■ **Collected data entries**
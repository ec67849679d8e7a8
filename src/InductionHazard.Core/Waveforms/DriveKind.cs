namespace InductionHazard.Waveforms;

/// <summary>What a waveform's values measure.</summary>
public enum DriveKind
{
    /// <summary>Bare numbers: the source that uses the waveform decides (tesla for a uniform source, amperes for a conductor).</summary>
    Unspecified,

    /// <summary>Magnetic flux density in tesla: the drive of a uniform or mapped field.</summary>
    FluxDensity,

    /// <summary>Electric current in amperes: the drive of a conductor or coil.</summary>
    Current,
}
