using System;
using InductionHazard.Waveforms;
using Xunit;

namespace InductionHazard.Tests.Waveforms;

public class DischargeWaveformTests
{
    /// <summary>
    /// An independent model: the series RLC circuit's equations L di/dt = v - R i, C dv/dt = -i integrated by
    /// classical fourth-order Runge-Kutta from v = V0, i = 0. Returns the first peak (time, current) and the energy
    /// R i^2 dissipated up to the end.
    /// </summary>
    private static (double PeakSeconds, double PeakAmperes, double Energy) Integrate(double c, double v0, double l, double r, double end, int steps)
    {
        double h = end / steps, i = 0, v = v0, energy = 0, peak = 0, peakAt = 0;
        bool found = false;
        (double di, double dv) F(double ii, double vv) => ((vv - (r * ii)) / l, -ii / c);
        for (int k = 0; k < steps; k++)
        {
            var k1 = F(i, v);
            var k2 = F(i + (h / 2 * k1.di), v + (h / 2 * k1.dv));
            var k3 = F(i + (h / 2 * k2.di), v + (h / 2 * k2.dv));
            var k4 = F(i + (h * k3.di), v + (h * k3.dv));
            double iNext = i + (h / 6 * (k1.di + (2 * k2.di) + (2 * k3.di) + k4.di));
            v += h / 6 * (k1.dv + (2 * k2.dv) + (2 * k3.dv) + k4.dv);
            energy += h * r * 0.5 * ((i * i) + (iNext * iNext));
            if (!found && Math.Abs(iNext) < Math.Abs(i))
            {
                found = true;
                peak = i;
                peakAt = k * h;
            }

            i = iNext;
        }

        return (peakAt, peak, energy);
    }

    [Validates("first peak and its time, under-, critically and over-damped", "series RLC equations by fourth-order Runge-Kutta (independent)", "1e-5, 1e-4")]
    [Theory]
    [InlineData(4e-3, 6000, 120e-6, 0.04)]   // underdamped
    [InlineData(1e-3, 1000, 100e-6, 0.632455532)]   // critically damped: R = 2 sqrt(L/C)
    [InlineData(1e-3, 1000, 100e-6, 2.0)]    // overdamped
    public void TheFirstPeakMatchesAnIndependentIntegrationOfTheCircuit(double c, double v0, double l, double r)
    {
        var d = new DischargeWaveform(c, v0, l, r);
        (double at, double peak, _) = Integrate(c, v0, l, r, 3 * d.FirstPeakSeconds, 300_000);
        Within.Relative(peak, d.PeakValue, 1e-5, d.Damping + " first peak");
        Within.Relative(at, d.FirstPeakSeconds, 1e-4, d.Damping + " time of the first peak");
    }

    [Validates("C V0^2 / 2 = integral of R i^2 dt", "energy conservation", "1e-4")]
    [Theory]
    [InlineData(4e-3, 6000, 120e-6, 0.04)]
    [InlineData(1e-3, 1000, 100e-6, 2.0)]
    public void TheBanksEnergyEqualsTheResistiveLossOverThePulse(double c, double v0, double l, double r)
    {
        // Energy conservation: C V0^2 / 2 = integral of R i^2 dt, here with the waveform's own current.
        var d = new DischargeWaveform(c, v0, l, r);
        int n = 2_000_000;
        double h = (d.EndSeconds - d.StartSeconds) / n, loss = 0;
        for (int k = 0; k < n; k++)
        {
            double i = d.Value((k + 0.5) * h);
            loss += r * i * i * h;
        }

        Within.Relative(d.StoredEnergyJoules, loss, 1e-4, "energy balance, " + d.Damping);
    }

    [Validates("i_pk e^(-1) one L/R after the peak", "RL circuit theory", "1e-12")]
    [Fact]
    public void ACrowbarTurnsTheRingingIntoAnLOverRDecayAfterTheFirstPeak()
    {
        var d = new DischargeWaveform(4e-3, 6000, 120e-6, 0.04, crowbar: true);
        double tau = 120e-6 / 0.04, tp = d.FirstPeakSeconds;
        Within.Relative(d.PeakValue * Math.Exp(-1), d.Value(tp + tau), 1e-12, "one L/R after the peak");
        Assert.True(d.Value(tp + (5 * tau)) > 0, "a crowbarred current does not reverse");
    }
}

■ **TASK TO CARRY OUT**
Leave out every line before the one containing "double i = d.Value((k". Transcribe that line and all lines after it through the end of the data above, exactly.

■ **PROBLEM SOLUTION**
            double i = d.Value((k + 0.5) * h);
            loss += r * i * i * h;
        }

        Within.Relative(d.StoredEnergyJoules, loss, 1e-4, "energy balance, " + d.Damping);
    }

    [Validates("i_pk e^(-1) one L/R after the peak", "RL circuit theory", "1e-12")]
    [Fact]
    public void ACrowbarTurnsTheRingingIntoAnLOverRDecayAfterTheFirstPeak()
    {
        var d = new DischargeWaveform(4e-3, 6000, 120e-6, 0.04, crowbar: true);
        double tau = 120e-6 / 0.04, tp = d.FirstPeakSeconds;
        Within.Relative(d.PeakValue * Math.Exp(-1), d.Value(tp + tau), 1e-12, "one L/R after the peak");
        Assert.True(d.Value(tp + (5 * tau)) > 0, "a crowbarred current does not reverse");
    }
}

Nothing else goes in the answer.